**DATA:**
______

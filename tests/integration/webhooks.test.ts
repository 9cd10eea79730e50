import { asSignedOut, asUser, callAction, inRequest } from './support/next-request';
import { afterAll, beforeAll, beforeEach, describe, expect, it } from 'vitest';
import http from 'node:http';
import { lookup } from 'node:dns/promises';
import { hostname } from 'node:os';
import type { AddressInfo } from 'node:net';
import { QueryTypes } from 'sequelize';
import { models } from '@/db/models';
import { closeSequelize } from '@/db/sequelize';
import * as webhookActions from '@/server/actions/webhooks';
import * as studyActions from '@/server/actions/studies';
import { decideQuote } from '@/server/actions/customer-decision';
import { openSharedPage } from '@/server/quotes/shared-quote';
import { deliverDueWebhooks, retryDelayMs } from '@/server/webhooks/deliverer';
import { enqueueWebhookEvent } from '@/server/webhooks/outbox';
import { safePost } from '@/server/webhooks/safe-post';
import { SIGNATURE_HEADER, verifySignature } from '@/server/webhooks/signature';
import { listRecentDeliveries } from '@/db/queries/webhooks';
import { createCompany, createUserWithRole, signInAs, type TestCompany, type TestUser } from './support/factories';
import { createStudyWorld, type StudyWorld } from './studies-fixtures';
import { sentQuote } from './quotes-fixtures';

/**
 * Outbound webhooks end to end against real receivers (node http servers on 127.0.0.1; the test
 * profile sets WEBHOOKS_ALLOW_PRIVATE_TARGETS, the refusal tests pass allowPrivate: false). Every
 * delivery pass names its endpoint, so parallel test files never deliver each other's rows, and
 * every endpoint has its own path on the receiver. The test profile's app runs no delivery timer
 * (WEBHOOK_DELIVERY_INTERVAL_MS=0), which would otherwise claim these rows first.
 */
type Received = { path: string; headers: http.IncomingHttpHeaders; body: string };

function receiver(answer: (req: http.IncomingMessage, n: number) => { status: number; headers?: Record<string, string> }) {
  const got: Received[] = [];
  const server = http.createServer((req, res) => {
    let body = '';
    req.on('data', (c) => (body += c));
    req.on('end', () => {
      got.push({ path: req.url ?? '', headers: req.headers, body });
      const a = answer(req, got.length);
      res.writeHead(a.status, a.headers).end('ok');
    });
  });
  return {
    got,
    server,
    start: () => new Promise<string>((resolve) => server.listen(0, '127.0.0.1', () => resolve(`http://127.0.0.1:${(server.address() as AddressInfo).port}`))),
    stop: () => new Promise<void>((resolve) => server.close(() => resolve())),
  };
}

let company: TestCompany;
let admin: TestUser;
let installer: TestUser;
let world: StudyWorld;
let other: TestCompany;
let otherAdmin: TestUser;

const main = receiver((req) => (req.url?.startsWith('/flaky') ? { status: 500 } : req.url === '/redirect' ? { status: 302, headers: { Location: `${stolenBase}/stolen` } } : { status: 200 }));
const elsewhere = receiver(() => ({ status: 200 }));
let base: string;
let stolenBase: string;

beforeAll(async () => {
  base = await main.start();
  stolenBase = await elsewhere.start();
  company = await createCompany({ planCode: 'fleet' });
  admin = await createUserWithRole(company.id, 'admin');
  installer = await createUserWithRole(company.id, 'installer');
  world = await createStudyWorld(company.id);
  other = await createCompany({ planCode: 'fleet' });
  otherAdmin = await createUserWithRole(other.id, 'admin');
});
afterAll(async () => {
  await Promise.all([main.stop(), elsewhere.stop()]);
  await closeSequelize();
});
beforeEach(() => asSignedOut());

async function register(user: TestUser, path: string, events: string[] = ['quote.viewed', 'quote.accepted', 'quote.declined', 'study.created']): Promise<{ id: number; secret: string }> {
  asUser(await signInAs(user));
  const res = await callAction(webhookActions.createWebhookEndpoint, { url: `${base}${path}`, description: `Receiver ${path}`, events });
  expect(res.state?.ok, JSON.stringify(res.state)).toBe(true);
  const secret = (res.state as { data: { signingSecret: string } }).data.signingSecret;
  const [row] = await models().sequelize.query<{ id: number }>('SELECT id FROM webhook_endpoints WHERE company_id = :c AND url = :u ORDER BY id DESC LIMIT 1', {
    replacements: { c: user.companyId, u: `${base}${path}` }, type: QueryTypes.SELECT,
  });
  asSignedOut();
  return { id: row.id, secret };
}

type DeliveryDb = { id: number; event_id: string; event_type: string; status: string; attempt_count: number; next_attempt_at: Date | null; last_response_code: number | null; last_error: string | null; body: string };
const deliveriesOf = (endpointId: number) =>
  models().sequelize.query<DeliveryDb>('SELECT * FROM webhook_deliveries WHERE endpoint_id = :endpointId ORDER BY id', { replacements: { endpointId }, type: QueryTypes.SELECT });

const newStudy = () => ({ customerId: String(world.customerId), siteId: String(world.siteId), serviceProfileId: String(world.serviceId), climateProfileId: String(world.climateId), dishIds: world.dishIds.join(','), targetAvailabilityPercent: '99.9' });

describe('registering', () => {
  it('shows the signing secret once and stores it only encrypted', async () => {
    const { id, secret } = await register(admin, '/registered');
    expect(secret).toMatch(/^flwh_[A-Za-z0-9_-]{43}$/);
    const [row] = await models().sequelize.query<Record<string, string>>('SELECT * FROM webhook_endpoints WHERE id = :id', { replacements: { id }, type: QueryTypes.SELECT });
    expect(JSON.stringify(row)).not.toContain(secret.slice(5));
    expect(row.secret_ciphertext).toMatch(/^v1\./);
  });

  it('refuses a plan without API access, and an address that is not a URL', async () => {
    const crewAdmin = await createUserWithRole((await createCompany({ planCode: 'crew' })).id, 'admin');
    asUser(await signInAs(crewAdmin));
    const refused = await callAction(webhookActions.createWebhookEndpoint, { url: `${base}/crew`, description: 'Crew', events: ['study.created'] });
    expect(refused.state).toMatchObject({ ok: false, code: 'plan_limit' });
    asUser(await signInAs(admin));
    const bad = await callAction(webhookActions.createWebhookEndpoint, { url: 'not a url', description: 'Bad', events: ['study.created'] });
    expect(bad.state).toMatchObject({ ok: false });
    expect((bad.state as { fieldErrors: Record<string, string[]> }).fieldErrors.url?.[0]).toMatch(/full address/);
  });
});

describe('the outbox and signed delivery', () => {
  it('queues study.created in the study’s transaction and delivers it with the documented signature', async () => {
    const { id, secret } = await register(admin, '/studies');
    asUser(await signInAs(installer));
    const made = await callAction(studyActions.createStudy, newStudy());
    expect(made.state?.ok, JSON.stringify(made.state)).toBe(true);
    const [queued] = await deliveriesOf(id);
    expect(queued).toMatchObject({ event_type: 'study.created', status: 'pending', attempt_count: 0 });

    const before = main.got.length;
    const run = await deliverDueWebhooks({ endpointId: id });
    expect(run).toMatchObject({ attempted: 1, delivered: 1 });
    const got = main.got.slice(before).filter((g) => g.path === '/studies');
    expect(got).toHaveLength(1);
    const sig = got[0].headers[SIGNATURE_HEADER.toLowerCase()] as string;
    expect(sig).toMatch(/^t=\d+,v1=[0-9a-f]{64}$/);
    expect(verifySignature(secret, sig, got[0].body)).toBe(true);
    // The same header does not pass with another secret, a changed body or an old timestamp.
    expect(verifySignature(secret.replace(/.$/, (c) => (c === 'A' ? 'B' : 'A')), sig, got[0].body)).toBe(false);
    expect(verifySignature(secret, sig, got[0].body.replace('study.created', 'study.createe'))).toBe(false);
    expect(verifySignature(secret, sig, got[0].body, Math.floor(Date.now() / 1000) + 3600)).toBe(false);
    const body = JSON.parse(got[0].body);
    expect(body).toMatchObject({ type: 'study.created', company: { id: company.id }, id: queued.event_id });
    expect(body.data.study.id).toBe(Number((await models().Study.max('id', { where: { companyId: company.id } })) ?? 0));
    expect(got[0].headers['fadeledger-event-id']).toBe(queued.event_id);

    const [after] = await deliveriesOf(id);
    expect(after).toMatchObject({ status: 'delivered', attempt_count: 1, last_response_code: 200, next_attempt_at: null, last_error: null });
  });

  it('writes nothing when the change rolls back', async () => {
    const { id } = await register(admin, '/rollback');
    const { sequelize } = models();
    let eventId = '';
    await expect(
      sequelize.transaction(async (t) => {
        eventId = (await enqueueWebhookEvent(company.id, 'study.created', { study: { id: 0 } }, t)).eventId;
        const inside = await sequelize.query('SELECT id FROM webhook_deliveries WHERE event_id = :eventId', { replacements: { eventId }, type: QueryTypes.SELECT, transaction: t });
        expect(inside.length).toBeGreaterThan(0);
        throw new Error('the change failed');
      }),
    ).rejects.toThrow('the change failed');
    const rows = await sequelize.query('SELECT id FROM webhook_deliveries WHERE event_id = :eventId', { replacements: { eventId }, type: QueryTypes.SELECT });
    expect(rows).toEqual([]);
    expect(await deliveriesOf(id)).toEqual([]);
  });

  it('quote viewed and accepted are queued with the quote’s change; a refused second decision queues nothing', async () => {
    const { id } = await register(admin, '/quotes', ['quote.viewed', 'quote.accepted']);
    const { token } = await sentQuote(installer);
    const person = new Headers({ 'user-agent': 'Mozilla/5.0 (X11; Linux x86_64) vitest' });
    await openSharedPage(token, person, { ip: '203.0.113.9', userAgent: 'vitest' });
    await openSharedPage(token, person, { ip: '203.0.113.9', userAgent: 'vitest' });
    const decided = await inRequest(null, () => callAction(decideQuote, { token, decision: 'accept', name: 'Ottoline Marsh', comment: 'Go ahead', confirm: 'on' }));
    expect(decided.state?.ok, JSON.stringify(decided.state)).toBe(true);
    const again = await inRequest(null, () => callAction(decideQuote, { token, decision: 'decline', name: 'Ottoline Marsh', comment: '' }));
    expect(again.state?.ok).toBe(false);
    const rows = await deliveriesOf(id);
    expect(rows.map((r) => r.event_type)).toEqual(['quote.viewed', 'quote.accepted']);
    expect(JSON.parse(rows[1].body).data).toMatchObject({ quote: { status: 'accepted' }, decision: { by: 'Ottoline Marsh', comment: 'Go ahead' } });
  });
});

______

The reply should hold only the lines from the beginning of the listing above through the line with "import http from 'node:http';", each one written exactly as it appears.

**OUTPUT OF THE TASK:**
filename tests/integration/webhooks.test.ts
repository 9cd10eea79730e50
import { asSignedOut, asUser, callAction, inRequest } from './support/next-request';
import { afterAll, beforeAll, beforeEach, describe, expect, it } from 'vitest';
import http from 'node:http';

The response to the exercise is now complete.